# K-CAN2 messages to wake a CIC/iDrive controller?



## bjornh (Jan 10, 2016)

Hello friends,

I'll start with the TL;DR to save you time: Does anyone know the necessary CAN codes/messages to activate a K-CAN2 based iDrive/CIC controller?

First of all; I'm not even sure I'm in the right place. So mods, If there's a better place for my question, feel free to move the thread.

So, I purchased a 'low' iDrive CIC controller like this on ebay the other day, hoping to integrate it into my good old E46. Yes - I know; there's no K-CAN network in the e46. My plan is to interface the controller with an arduino + CAN shield and connect it to a tablet. Seeing as there's a bucket load of information around on how to use these controllers on independent CAN networks, I took a chance and purchased one.

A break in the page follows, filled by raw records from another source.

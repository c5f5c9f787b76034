import { afterAll, beforeAll, describe, it } from 'vitest';
import { DEMO, signedIn, startTestApp, type TestApp } from './support/test-app.js';

let t: TestApp;

// An absolute lifetime of 3.6 s, however active the session is (room for slow requests on a
// busy machine before it ends).
beforeAll(async () => {
  t = await startTestApp({ SESSION_MAX_HOURS: '0.001' });
});
afterAll(() => t.close());

const pause = (ms: number) => new Promise((r) => setTimeout(r, ms));

describe('absolute lifetime', () => {
  it('ends a session after its maximum age even while it is in use', async () => {
    const client = await signedIn(t, DEMO.owner);
    const signedInAt = Date.now();
    for (let i = 0; i < 3; i += 1) {
      await pause(500);
      await client.get('/api/auth/me').expect(200);
    }
    // Active all along (each request rolls the idle limit on), yet out once 3.6 s have passed.
    await pause(Math.max(0, signedInAt + 3_800 - Date.now()));
    await client.get('/api/auth/me').expect(401);
  });
});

Well, suffice to say, my success has been limited so far. It turns out the unit I got was from a recent F model, which I recently discovered uses the K-CAN2 (500kbps) bus as opposed to the regular first-generation K-CAN (100kbps) that you'll find in the E9x/E6x and older Fxx.

Unfortunately all the documentation I've found so far revolves around the older K-CAN1, and it seems that the KCAN2 CON units expect different init/wakeup messages than the older KCAN1 based units. So far I've successfully lit up the controller by sending message ID 0x202 with data 0xfd 0x00 to the controller, which effectively illuminates the controller for 4-5 seconds before it goes back to sleep. I interpret this as a sign that the actual CAN communication is working like it should.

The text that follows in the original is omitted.